Your output should be the lines of the data that follow, reproduced exactly from the first through the line bearing "from collections.abc import Callable".

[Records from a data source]
══════════

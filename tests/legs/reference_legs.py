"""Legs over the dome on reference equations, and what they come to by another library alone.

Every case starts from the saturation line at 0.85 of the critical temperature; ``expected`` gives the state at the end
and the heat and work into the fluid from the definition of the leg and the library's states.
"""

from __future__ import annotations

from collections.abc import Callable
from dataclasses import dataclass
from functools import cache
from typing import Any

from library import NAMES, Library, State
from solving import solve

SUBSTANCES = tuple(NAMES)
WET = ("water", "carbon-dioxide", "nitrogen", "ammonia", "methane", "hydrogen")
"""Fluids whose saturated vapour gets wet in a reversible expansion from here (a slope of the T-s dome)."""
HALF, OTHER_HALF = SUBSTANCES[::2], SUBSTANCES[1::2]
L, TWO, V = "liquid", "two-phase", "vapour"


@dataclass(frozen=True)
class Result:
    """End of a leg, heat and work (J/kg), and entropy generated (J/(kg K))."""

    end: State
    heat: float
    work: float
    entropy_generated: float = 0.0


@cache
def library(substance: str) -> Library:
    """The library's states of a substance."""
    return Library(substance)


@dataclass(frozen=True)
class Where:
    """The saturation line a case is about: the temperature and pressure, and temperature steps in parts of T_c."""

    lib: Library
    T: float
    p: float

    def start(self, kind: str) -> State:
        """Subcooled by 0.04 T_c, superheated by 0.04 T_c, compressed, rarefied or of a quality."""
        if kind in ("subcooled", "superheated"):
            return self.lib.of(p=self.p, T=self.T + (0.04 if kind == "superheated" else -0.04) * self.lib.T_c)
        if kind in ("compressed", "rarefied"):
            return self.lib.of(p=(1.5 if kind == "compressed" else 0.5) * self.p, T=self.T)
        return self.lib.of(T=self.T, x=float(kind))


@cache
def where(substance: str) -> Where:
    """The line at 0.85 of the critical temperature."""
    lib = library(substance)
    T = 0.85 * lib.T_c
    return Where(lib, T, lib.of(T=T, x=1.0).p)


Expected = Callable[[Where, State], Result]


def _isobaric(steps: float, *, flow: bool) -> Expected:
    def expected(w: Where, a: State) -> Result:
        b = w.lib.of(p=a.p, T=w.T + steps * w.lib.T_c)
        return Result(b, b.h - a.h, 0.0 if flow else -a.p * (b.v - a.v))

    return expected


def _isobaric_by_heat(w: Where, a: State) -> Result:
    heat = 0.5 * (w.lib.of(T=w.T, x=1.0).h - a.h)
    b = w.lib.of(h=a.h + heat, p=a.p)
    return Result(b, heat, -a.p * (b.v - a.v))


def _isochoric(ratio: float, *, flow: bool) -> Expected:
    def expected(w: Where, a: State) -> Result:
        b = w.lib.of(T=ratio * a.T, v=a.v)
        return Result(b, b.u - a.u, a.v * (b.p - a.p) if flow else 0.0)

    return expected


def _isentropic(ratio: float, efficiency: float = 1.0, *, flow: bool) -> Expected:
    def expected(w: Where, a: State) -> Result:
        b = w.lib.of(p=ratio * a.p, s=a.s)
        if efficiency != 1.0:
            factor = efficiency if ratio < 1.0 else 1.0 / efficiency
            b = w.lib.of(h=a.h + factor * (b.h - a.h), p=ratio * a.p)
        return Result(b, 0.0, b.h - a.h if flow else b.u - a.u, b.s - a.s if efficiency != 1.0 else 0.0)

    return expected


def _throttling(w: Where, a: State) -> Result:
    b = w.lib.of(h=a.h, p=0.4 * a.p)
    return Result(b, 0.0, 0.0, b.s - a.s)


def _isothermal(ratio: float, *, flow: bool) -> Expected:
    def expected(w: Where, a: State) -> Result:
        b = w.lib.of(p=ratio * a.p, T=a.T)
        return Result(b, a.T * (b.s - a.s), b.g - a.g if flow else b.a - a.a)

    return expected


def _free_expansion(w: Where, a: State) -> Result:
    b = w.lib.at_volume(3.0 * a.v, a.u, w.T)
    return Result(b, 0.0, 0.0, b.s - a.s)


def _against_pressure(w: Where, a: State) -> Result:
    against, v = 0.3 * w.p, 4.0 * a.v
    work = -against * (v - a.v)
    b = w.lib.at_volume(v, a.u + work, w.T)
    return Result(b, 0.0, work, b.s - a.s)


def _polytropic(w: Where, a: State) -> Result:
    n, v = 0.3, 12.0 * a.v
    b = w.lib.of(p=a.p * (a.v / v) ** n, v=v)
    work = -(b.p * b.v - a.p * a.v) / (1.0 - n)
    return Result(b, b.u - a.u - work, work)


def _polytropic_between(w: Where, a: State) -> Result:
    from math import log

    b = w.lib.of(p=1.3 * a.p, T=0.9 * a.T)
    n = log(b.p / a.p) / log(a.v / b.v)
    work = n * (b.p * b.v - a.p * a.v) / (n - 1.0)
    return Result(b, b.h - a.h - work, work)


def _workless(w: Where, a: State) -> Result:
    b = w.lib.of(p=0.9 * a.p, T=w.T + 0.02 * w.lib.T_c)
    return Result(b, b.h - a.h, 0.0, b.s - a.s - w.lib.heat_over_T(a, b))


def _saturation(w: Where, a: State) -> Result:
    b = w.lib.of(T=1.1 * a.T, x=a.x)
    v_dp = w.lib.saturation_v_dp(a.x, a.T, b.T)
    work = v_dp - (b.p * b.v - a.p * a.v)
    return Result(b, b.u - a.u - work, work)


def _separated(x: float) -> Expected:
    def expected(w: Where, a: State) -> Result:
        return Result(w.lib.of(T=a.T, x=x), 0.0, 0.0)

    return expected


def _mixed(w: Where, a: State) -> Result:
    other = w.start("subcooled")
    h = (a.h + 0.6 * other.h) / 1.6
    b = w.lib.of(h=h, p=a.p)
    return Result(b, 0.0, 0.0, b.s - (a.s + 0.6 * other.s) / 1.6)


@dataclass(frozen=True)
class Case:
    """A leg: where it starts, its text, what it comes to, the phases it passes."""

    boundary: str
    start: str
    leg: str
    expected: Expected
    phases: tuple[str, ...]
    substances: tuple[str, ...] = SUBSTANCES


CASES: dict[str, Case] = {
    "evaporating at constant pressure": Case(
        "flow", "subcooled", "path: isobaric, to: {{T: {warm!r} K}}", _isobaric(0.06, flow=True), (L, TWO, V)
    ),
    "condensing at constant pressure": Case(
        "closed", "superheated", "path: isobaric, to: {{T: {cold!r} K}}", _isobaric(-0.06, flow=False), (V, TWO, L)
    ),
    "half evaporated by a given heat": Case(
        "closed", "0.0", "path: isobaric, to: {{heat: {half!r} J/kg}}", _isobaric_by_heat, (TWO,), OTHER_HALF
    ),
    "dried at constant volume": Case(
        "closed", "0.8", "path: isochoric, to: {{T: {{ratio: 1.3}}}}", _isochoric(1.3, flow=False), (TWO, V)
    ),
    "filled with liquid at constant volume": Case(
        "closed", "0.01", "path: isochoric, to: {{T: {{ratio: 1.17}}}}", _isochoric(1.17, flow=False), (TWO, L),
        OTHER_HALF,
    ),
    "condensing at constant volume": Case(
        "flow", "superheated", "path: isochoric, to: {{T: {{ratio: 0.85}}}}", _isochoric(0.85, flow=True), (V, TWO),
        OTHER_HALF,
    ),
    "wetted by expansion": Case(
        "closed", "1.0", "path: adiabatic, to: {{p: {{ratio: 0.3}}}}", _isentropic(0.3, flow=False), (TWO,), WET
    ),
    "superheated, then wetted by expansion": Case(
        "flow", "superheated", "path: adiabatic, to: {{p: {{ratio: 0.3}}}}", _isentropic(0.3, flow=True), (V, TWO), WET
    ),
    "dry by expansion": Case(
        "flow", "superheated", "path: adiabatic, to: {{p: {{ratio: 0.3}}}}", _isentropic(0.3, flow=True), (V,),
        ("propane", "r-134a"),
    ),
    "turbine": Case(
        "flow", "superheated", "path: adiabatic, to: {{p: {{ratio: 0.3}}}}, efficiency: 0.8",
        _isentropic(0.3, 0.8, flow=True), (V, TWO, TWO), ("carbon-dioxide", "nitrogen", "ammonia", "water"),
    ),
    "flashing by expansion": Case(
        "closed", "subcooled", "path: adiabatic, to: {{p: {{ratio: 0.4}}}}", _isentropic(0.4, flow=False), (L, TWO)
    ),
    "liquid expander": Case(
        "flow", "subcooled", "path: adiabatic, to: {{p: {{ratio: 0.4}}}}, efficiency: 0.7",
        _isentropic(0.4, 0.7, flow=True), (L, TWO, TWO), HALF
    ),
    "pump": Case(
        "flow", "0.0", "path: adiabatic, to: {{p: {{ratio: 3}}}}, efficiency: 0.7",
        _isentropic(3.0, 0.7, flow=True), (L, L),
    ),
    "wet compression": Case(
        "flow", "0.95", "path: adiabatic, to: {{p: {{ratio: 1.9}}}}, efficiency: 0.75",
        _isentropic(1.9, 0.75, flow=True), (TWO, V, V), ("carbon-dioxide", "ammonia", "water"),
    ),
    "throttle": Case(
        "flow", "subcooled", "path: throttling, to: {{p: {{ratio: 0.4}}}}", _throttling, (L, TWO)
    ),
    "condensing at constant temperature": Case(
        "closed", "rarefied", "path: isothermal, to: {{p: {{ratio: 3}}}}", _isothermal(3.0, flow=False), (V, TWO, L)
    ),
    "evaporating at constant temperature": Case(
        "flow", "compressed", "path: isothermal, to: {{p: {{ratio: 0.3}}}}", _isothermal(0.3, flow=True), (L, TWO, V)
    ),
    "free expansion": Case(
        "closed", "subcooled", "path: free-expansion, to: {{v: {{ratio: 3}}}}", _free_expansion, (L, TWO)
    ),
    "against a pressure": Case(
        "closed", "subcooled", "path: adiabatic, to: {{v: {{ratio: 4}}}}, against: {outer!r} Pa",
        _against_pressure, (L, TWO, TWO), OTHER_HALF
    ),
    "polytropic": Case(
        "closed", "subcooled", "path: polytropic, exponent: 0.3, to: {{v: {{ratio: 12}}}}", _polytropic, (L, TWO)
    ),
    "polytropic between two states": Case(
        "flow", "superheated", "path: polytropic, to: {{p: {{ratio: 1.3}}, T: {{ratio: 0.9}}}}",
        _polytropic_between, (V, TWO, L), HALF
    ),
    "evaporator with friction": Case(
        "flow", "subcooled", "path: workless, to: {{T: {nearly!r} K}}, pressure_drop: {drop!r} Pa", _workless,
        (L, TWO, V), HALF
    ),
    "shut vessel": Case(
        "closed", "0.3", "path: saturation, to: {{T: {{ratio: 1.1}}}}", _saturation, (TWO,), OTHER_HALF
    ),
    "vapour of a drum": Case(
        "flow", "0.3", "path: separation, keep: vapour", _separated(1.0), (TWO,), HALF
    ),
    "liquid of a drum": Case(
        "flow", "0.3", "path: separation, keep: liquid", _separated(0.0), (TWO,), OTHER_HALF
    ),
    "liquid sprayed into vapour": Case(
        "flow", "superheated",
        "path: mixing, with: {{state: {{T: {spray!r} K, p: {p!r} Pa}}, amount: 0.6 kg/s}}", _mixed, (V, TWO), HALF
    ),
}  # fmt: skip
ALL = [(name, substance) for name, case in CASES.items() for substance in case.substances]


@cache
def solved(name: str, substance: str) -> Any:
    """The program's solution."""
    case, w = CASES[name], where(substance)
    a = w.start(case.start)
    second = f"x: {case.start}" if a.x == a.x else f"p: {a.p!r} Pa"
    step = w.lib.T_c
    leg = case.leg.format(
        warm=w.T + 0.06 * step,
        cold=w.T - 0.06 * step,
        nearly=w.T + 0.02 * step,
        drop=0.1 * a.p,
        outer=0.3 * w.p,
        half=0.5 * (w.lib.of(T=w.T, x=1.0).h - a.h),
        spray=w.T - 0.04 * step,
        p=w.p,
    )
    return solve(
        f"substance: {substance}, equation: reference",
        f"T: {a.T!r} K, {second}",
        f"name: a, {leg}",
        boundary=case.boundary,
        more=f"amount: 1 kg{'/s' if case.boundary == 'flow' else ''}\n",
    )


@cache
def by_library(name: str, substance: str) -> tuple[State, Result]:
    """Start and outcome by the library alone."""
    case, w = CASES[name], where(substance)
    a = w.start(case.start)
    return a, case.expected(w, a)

══════════

Answer for the task -
filename tests/legs/reference_legs.py
"""Legs over the dome on reference equations, and what they come to by another library alone.

Every case starts from the saturation line at 0.85 of the critical temperature; ``expected`` gives the state at the end
and the heat and work into the fluid from the definition of the leg and the library's states.
"""

from __future__ import annotations

from collections.abc import Callable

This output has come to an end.